▸ Task goal
Would you repeat exactly the part of the listing below that runs from the line containing "# a name re-exported" down to the line containing "assert drop_unused_imports(before, after)", inclusive, and nothing else?

▸ Information supplied
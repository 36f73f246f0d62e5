"""`condhint fix`: diffs, atomic writes in the file's own encoding and line endings, refusal to overwrite a
file changed on disk, idempotence, code selection; and on the demo project, fix → check leaves no fixable
finding while the demo's own tests (against mpmath and numpy) still pass."""
from __future__ import annotations

import json
import shutil
import subprocess
import sys
from pathlib import Path

import pytest

from condhint.cli import main
from condhint.commands.fix import FileResult, fix_text, write_back
from condhint.config import Config
from condhint.sourcefile import read_source

ROOT = Path(__file__).resolve().parents[1]
DEMO = ROOT / "docs" / "examples"

GROWTH = (
    "from math import exp, log\n"
    "\n"
    "def grown(rate, dt):\n"
    "    # condhint: 1e-6 <= rate <= 1e-3, 1e-6 <= dt <= 1\n"
    "    return exp(rate * dt) - 1\n"
    "\n"
    "def rate(fraction):\n"
    "    # condhint: 1e-12 <= fraction <= 1e-3\n"
    "    return log(1 + fraction)\n"
)
# exp and log are unused once fixed: the fix removes them from the import
FIXED = GROWTH.replace("from math import exp, log\n", "from math import expm1, log1p\n") \
    .replace("exp(rate * dt) - 1", "expm1(rate * dt)").replace("log(1 + fraction)", "log1p(fraction)")


def run(capsys, *argv: str) -> tuple[int, str, str]:
    code = main(list(argv))
    out, err = capsys.readouterr()
    return code, out, err


def test_diff_shows_the_changes_and_writes_nothing(tmp_path, capsys, monkeypatch):
    monkeypatch.chdir(tmp_path)
    Path("m.py").write_text(GROWTH)
    code, out, err = run(capsys, "fix", "--diff", "m.py")
    assert code == 1
    assert out.startswith("--- a/m.py\n+++ b/m.py\n")
    assert "-    return exp(rate * dt) - 1\n+    return expm1(rate * dt)\n" in out
    assert "+from math import expm1, log1p\n" in out
    assert "2 fixes would be applied in 1 file" in err
    assert Path("m.py").read_text() == GROWTH


def test_fix_writes_the_file_and_a_second_run_changes_nothing(tmp_path, capsys, monkeypatch):
    monkeypatch.chdir(tmp_path)
    Path("m.py").write_text(GROWTH)
    code, out, _ = run(capsys, "fix", "m.py")
    assert code == 0 and "2 fixes applied in 1 file" in out
    assert Path("m.py").read_text() == FIXED
    assert [p.name for p in tmp_path.iterdir()] == ["m.py"]  # no temporary file left behind
    code, out, _ = run(capsys, "fix", "m.py")
    assert code == 0 and "0 fixes applied in 0 files" in out
    assert Path("m.py").read_text() == FIXED


def test_encoding_and_line_endings_are_kept(tmp_path, capsys):
    path = tmp_path / "m.py"
    text = "# -*- coding: latin-1 -*-\n# Température du bassin\n" + GROWTH
    path.write_bytes(text.replace("\n", "\r\n").encode("latin-1"))
    code, _, _ = run(capsys, "fix", str(path))
    assert code == 0
    raw = path.read_bytes()
    assert raw.count(b"\r\n") == raw.count(b"\n") and b"\r\n" in raw
    assert raw.decode("latin-1") == ("# -*- coding: latin-1 -*-\n# Température du bassin\n" + FIXED).replace(
        "\n", "\r\n")


def test_a_byte_order_mark_is_kept(tmp_path, capsys):
    path = tmp_path / "m.py"
    path.write_bytes(b"\xef\xbb\xbf" + GROWTH.encode())
    run(capsys, "fix", str(path))
    assert path.read_bytes() == b"\xef\xbb\xbf" + FIXED.encode()


def test_a_file_changed_on_disk_since_it_was_read_is_not_written(tmp_path, capsys):
    path = tmp_path / "m.py"
    path.write_text(GROWTH)
    src = read_source(path)
    text, applied, _ = fix_text(src.text, "m.py", Config(), {"CH101"}, "info")
    assert applied and text == FIXED
    path.write_text(GROWTH + "\n# edited meanwhile\n")
    assert not write_back(path, FileResult("m.py", src, text, applied))
    assert path.read_text() == GROWTH + "\n# edited meanwhile\n"
    assert "changed on disk" in capsys.readouterr().err


OVERFLOW_AND_FORMULA = (
    "from math import cos, sqrt\n"
    "def dip(tether, theta):  # condhint: 1 <= tether <= 100\n"
    "    assert 0 < theta < 0.01\n"
    "    return tether * (1 - cos(theta))\n"
    "def magnitude(x, y):  # condhint: 1e-200 <= x <= 1e200, 1e-200 <= y <= 1e200\n"
    "    return sqrt(x * x + y * y)\n"
)


def test_select_fixes_only_the_chosen_codes(tmp_path, capsys, monkeypatch):
    monkeypatch.chdir(tmp_path)
    Path("m.py").write_text(OVERFLOW_AND_FORMULA)
    code, out, _ = run(capsys, "fix", "--select", "CH301", "m.py")
    assert code == 0 and "fixed CH301" in out and "CH101" not in out
    text = Path("m.py").read_text()
    assert "hypot(x, y)" in text and "1 - cos(theta)" in text
    code, _, err = run(capsys, "fix", "--select", "CH201", "m.py")
    assert code == 2 and "CH201" in err


def test_min_severity_limits_what_is_fixed(tmp_path, capsys, monkeypatch):
    monkeypatch.chdir(tmp_path)
    src = ("import math\ndef share(a, b):  # condhint: 9.99e5 <= a <= 1.001e6, 9.99e5 <= b <= 1.001e6\n"
           "    return a / b - 1\n") + GROWTH.split("\n", 1)[1].replace("exp(", "math.exp(")
    Path("m.py").write_text(src)
    run(capsys, "fix", "--min-severity", "error", "m.py")
    text = Path("m.py").read_text()
    assert "math.expm1(rate * dt)" in text  # ≈ 12 digits lost: an error
    assert "a / b - 1" in text  # ≈ 5 digits: a warning, left alone


def test_check_json_findings_carry_their_fixes(tmp_path, capsys, monkeypatch):
    monkeypatch.chdir(tmp_path)
    Path("m.py").write_text(GROWTH)
    code, out, _ = run(capsys, "check", "--format", "json", "--jobs", "1", "m.py")
    doc = json.loads(out)
    (first, second) = doc["findings"]
    fix = first["fixes"][0]
    assert {"title", "replacement", "line", "column", "end_line", "end_column", "imports",
            "measured_digits_lost_after"} <= set(fix)
    assert (fix["replacement"], fix["line"], fix["column"], fix["end_column"]) == ("expm1(rate * dt)", 5, 12, 30)
    assert fix["imports"] == ["from math import expm1"] and fix["measured_digits_lost_after"] < 1
    assert second["fixes"][0]["replacement"] == "log1p(fraction)"


@pytest.fixture(scope="module")
def fixed_demo(tmp_path_factory):
    """A copy of docs/examples with `condhint fix` applied to the demo package (run as a subprocess)."""
    copy = tmp_path_factory.mktemp("demo") / "examples"
    shutil.copytree(DEMO, copy, ignore=shutil.ignore_patterns("__pycache__", ".pytest_cache"))
    proc = subprocess.run([sys.executable, "-m", "condhint", "fix", "marram"], cwd=copy, capture_output=True,
                          text=True, timeout=300)
    assert proc.returncode == 0, proc.stderr
    return copy, proc.stdout


def test_fixing_the_demo_leaves_no_fixable_finding(fixed_demo):
    copy, out = fixed_demo
    assert "13 fixes applied in 5 files" in out, out
    proc = subprocess.run([sys.executable, "-m", "condhint", "check", "--format", "json", "--jobs", "1", "marram"],
                          cwd=copy, capture_output=True, text=True, timeout=300)
    doc = json.loads(proc.stdout)
    assert [f for f in doc["findings"] if f["category"] in ("formula", "overflow", "domain")] == []
    # the finding the lab suppressed on purpose is untouched
    assert "return (1 + rate / 12) ** 12 - 1  # condhint: ignore[CH101]" in (copy / "marram" / "budget.py").read_text()


def test_the_fixed_demo_still_passes_its_own_tests(fixed_demo):
    copy, _ = fixed_demo
    # The demo's tests compare every function with mpmath (50 digits) and numpy's accurate functions.
    proc = subprocess.run([sys.executable, "-m", "pytest", "-q", "-p", "no:cacheprovider", "tests"], cwd=copy,
                          capture_output=True, text=True, timeout=600)
    assert proc.returncode == 0, proc.stdout[-3000:]
    assert "38 passed" in proc.stdout


def test_fixing_the_demo_again_changes_nothing(fixed_demo):
    copy, _ = fixed_demo
    before = {p: p.read_bytes() for p in (copy / "marram").glob("*.py")}
    proc = subprocess.run([sys.executable, "-m", "condhint", "fix", "marram"], cwd=copy, capture_output=True,
                          text=True, timeout=300)
    assert proc.returncode == 0 and "0 fixes applied" in proc.stdout
    assert {p: p.read_bytes() for p in (copy / "marram").glob("*.py")} == before


def test_the_fixed_demo_has_no_import_the_fix_left_unused(fixed_demo):
    # pyflakes (an independent checker) on the fixed files: what the fixes replaced (`cos`, `sqrt`, `log`) is no
    # longer imported; what they need (`hypot`, `log1p`, `expm1`, `import math`) is, in the files' own style.
    import pyflakes.api
    import pyflakes.reporter

    copy, _ = fixed_demo
    import io
    out = io.StringIO()
    for path in sorted((copy / "marram").glob("*.py")):
        pyflakes.api.checkPath(str(path), pyflakes.reporter.Reporter(out, out))
    assert out.getvalue() == ""
    mooring = (copy / "marram" / "mooring.py").read_text()
    assert "from math import sin, hypot\n" in mooring


@pytest.mark.parametrize("before, after, expected", [
    # the fix made `cos` unused: dropped; `sin` still used: kept
    ("from math import cos, sin\nx = cos(1) + sin(1)\n", "from math import cos, sin\nx = 2 + sin(1)\n",
     "from math import sin\nx = 2 + sin(1)\n"),
    # every name unused: the line goes, its comment with it
    ("import numpy as np  # arrays\nx = np.log(2)\n", "import numpy as np  # arrays\nx = 0.69\n", "x = 0.69\n"),
    # unused before the fix already: left alone (not ours to remove)
    ("from math import cos, tan\nx = cos(1)\n", "from math import cos, tan\nx = 1.0\n", "from math import tan\nx = 1.0\n"),
    # a name re-exported by `__all__` stays imported
    ("from math import cos\n__all__ = ['cos']\nx = cos(1)\n", "from math import cos\n__all__ = ['cos']\nx = 0.54\n",
     "from math import cos\n__all__ = ['cos']\nx = 0.54\n"),
    # a line shared with another statement is not rewritten
    ("import math; y = 1\nx = math.log(2)\n", "import math; y = 1\nx = 0.69\n", "import math; y = 1\nx = 0.69\n"),
])
def test_imports_a_fix_made_unused_are_dropped(before, after, expected):
    from condhint.rewrites.apply import drop_unused_imports

    assert drop_unused_imports(before, after) == expected


def test_check_before_the_fix_predicts_what_remains_after_it(fixed_demo):
    # Issue 18: after `fix`, `check` reports only what it already reported as inherent (CH201) before, in the
    # same functions; a loss "avoidable only for exact inputs" carries its inherent part as a CH201 from the start.
    copy, _ = fixed_demo

    def scopes(root: Path) -> set[tuple[str, str, str]]:
        proc = subprocess.run([sys.executable, "-m", "condhint", "check", "--format", "json", "--jobs", "1", "marram"],
                              cwd=root, capture_output=True, text=True, timeout=300)
        return {(Path(f["path"]).name, f["scope"], f["code"]) for f in json.loads(proc.stdout)["findings"]}

    before, after = scopes(DEMO), scopes(copy)
    assert after and {code for _, _, code in after} == {"CH201"}
    assert after <= before, after - before


GENERATED = [  # classic formulas (Goldberg 1991; Higham 2002), each with its declared range
    ("import math\ndef f(x):  # condhint: 1e-12 <= x <= 1e-3\n    return math.exp(x) - 1\n"),
    ("import math\ndef f(x):  # condhint: 1e-12 <= x <= 1e-3\n    return math.log(1 + x)\n"),
    ("import math\ndef f(x):  # condhint: 1e6 <= x <= 1e15\n    return math.sqrt(x + 1) - math.sqrt(x)\n"),
    ("import math\ndef f(x):  # condhint: 1e-8 <= x <= 1e-2\n    return 1 - math.cos(x)\n"),
    ("def f(n):  # condhint: 1e3 <= n <= 1e9\n    return 1.0 / n - 1.0 / (n + 1)\n"),
    ("import math\ndef f(a, b):  # condhint: 1e6 <= a <= 1.001e6, 1e6 <= b <= 1.001e6\n"
     "    return math.log(a) - math.log(b)\n"),
    ("def f(a, b):  # condhint: 9.99e5 <= a <= 1.001e6, 9.99e5 <= b <= 1.001e6\n    return a / b - 1\n"),
]


@pytest.mark.parametrize("src", GENERATED, ids=range(len(GENERATED)))
def test_check_after_fix_reports_only_what_was_reported_as_inherent(src, tmp_path, capsys):
    path = tmp_path / "m.py"
    path.write_text(src)

    def found() -> set[tuple[str, str]]:
        out = tmp_path / "r.json"
        main(["check", str(path), "--format", "json", "--output", str(out), "-j", "1"])
        return {(f["scope"], f["code"]) for f in json.loads(out.read_text())["findings"]}

    before = found()
    assert any(code == "CH101" for _, code in before), before  # each case loses digits as written
    main(["fix", str(path)])
    capsys.readouterr()
    after = found()
    assert {code for _, code in after} <= {"CH201"} and after <= before, (before, after, path.read_text())


def test_fix_and_check_report_the_same_digits(fixed_demo, tmp_path, capsys):
    # The "before" figure `fix` prints is the finding's own, as `check` reported it (issue 18).
    import re

    _, out = fixed_demo
    report = tmp_path / "r.json"
    main(["check", str(DEMO / "marram"), "--format", "json", "--output", str(report), "-j", "1"])
    capsys.readouterr()
    checked = {(Path(f["path"]).name, f["line"], f["code"]): f["digits_lost"]
               for f in json.loads(report.read_text())["findings"]}
    lines = re.findall(r"(\w+\.py):(\d+):\d+: fixed (CH\d+): .*\(digits lost ([\d.]+) →", out)
    assert len(lines) == 13
    for name, line, code, before in lines:
        assert abs(float(before) - checked[(name, int(line), code)]) <= 0.051, (name, line, before)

▸ Written answer
    # a name re-exported by `__all__` stays imported
    ("from math import cos\n__all__ = ['cos']\nx = cos(1)\n", "from math import cos\n__all__ = ['cos']\nx = 0.54\n",
     "from math import cos\n__all__ = ['cos']\nx = 0.54\n"),
    # a line shared with another statement is not rewritten
    ("import math; y = 1\nx = math.log(2)\n", "import math; y = 1\nx = 0.69\n", "import math; y = 1\nx = 0.69\n"),
])
def test_imports_a_fix_made_unused_are_dropped(before, after, expected):
    from condhint.rewrites.apply import drop_unused_imports

    assert drop_unused_imports(before, after) == expected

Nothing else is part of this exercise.